After locating the line that contains "if (r.contingencyFraction !== undefined)", restate it and each later line word for word through the end of the records.

== Segment start ==

/** First start seeds the demo with its saved results; a second start changes nothing. */
import { readFileSync } from 'node:fs';
import { describe, expect, it } from 'vitest';
import { inputsChangedSinceSave, listStudyResults, loadStudyInput, openDatabase } from '../../db/index.js';
import { seedDemoWithResults } from '../../server/seed.js';
import { inputDigest, parseStudyDocument } from '../../server/studies/document.js';

describe('seedDemoWithResults', () => {
  it('saves results matching the seeded input once', () => {
    const parsed = parseStudyDocument(JSON.parse(readFileSync(new URL('../../examples/demo-study.json', import.meta.url), 'utf8')));
    if (!parsed.ok) throw new Error('demo invalid');
    const { db, sqlite } = openDatabase(':memory:');
    try {
      const first = seedDemoWithResults(db, parsed.input, new Date('2026-12-02T00:00:00Z'));
      expect(first.seeded).toBe(true);
      if (!first.seeded) return;
      const digest = inputDigest(loadStudyInput(db, first.studyId));
      expect(inputsChangedSinceSave(db, first.studyId, digest).state).toBe('unchanged');
      expect(seedDemoWithResults(db, parsed.input, new Date()).seeded).toBe(false);
      expect(listStudyResults(db, first.studyId)).toHaveLength(1);
    } finally {
      sqlite.close();
    }
  });
});
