/**
 * Study-level checks the file schema also makes; repeated here so core never trusts its caller. An
 * input that has passed is returned at once (the parse at the edge validates it, the run does not
 * again). Linear in the fleet size; messages are built only when a check fails.
 */
export function validateStudy(input: StudyInput): ValidStudyInput {
  if (PASSED_STUDIES.has(input)) return input as ValidStudyInput;
  check(typeof input.name === 'string' && input.name.trim().length > 0, 'name', input.name, 'a non-empty study name');
  check(input.aircraft.length > 0, 'aircraft', input.aircraft.length, 'at least one aircraft');
  check(input.scenarios.length > 0, 'scenarios', input.scenarios.length, 'at least one scenario');
  const byId = new Map<string, AircraftProfile>();
  input.aircraft.forEach((a, i) => {
    validateAircraft(a, `aircraft[${i}]`);
    if (byId.has(a.id)) check(false, `aircraft[${i}].id`, a.id, 'an id not used by another aircraft');
    byId.set(a.id, a);
  });
  input.scenarios.forEach((s, i) => {
    check(s.fleet.length > 0, `scenarios[${i}].fleet`, s.fleet.length, 'at least one fleet row');
    s.fleet.forEach((r, j) => {
      const a = byId.get(r.aircraft);
      if (a === undefined) check(false, `scenarios[${i}].fleet[${j}].aircraft`, r.aircraft, `one of the study's aircraft ids (${[...byId.keys()].join(', ')})`);
      inRange(`scenarios[${i}].fleet[${j}].payload_kg`, r.payload_kg, { min: 0, max: a!.maxPayload_kg, unit: 'kg' });
    });
  });
  const o = input.options;
  inRange('options.regularUseThreshold', o.regularUseThreshold, REGULAR_USE_THRESHOLD_RANGE);
  inRange('options.roundingIncrement_m', o.roundingIncrement_m, ROUNDING_INCREMENT_RANGE);
  inRange('options.passengerMass_kg', o.passengerMass_kg, PASSENGER_MASS_RANGE);
  const r = o.reserves;
  if (r.alternate_km !== undefined) inRange('options.reserves.alternate_km', r.alternate_km, ALTERNATE_DISTANCE_RANGE_KM);
  if (r.holding_min !== undefined) inRange('options.reserves.holding_min', r.holding_min, RESERVE_TIME_RANGE_MIN);
  if (r.contingencyFraction !== undefined) inRange('options.reserves.contingencyFraction', r.contingencyFraction, CONTINGENCY_FRACTION_RANGE);
  PASSED_STUDIES.add(input);
  return input as ValidStudyInput;
}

== Segment end ==

ANSWER TO THIS EXERCISE
  if (r.contingencyFraction !== undefined) inRange('options.reserves.contingencyFraction', r.contingencyFraction, CONTINGENCY_FRACTION_RANGE);
  PASSED_STUDIES.add(input);
  return input as ValidStudyInput;
}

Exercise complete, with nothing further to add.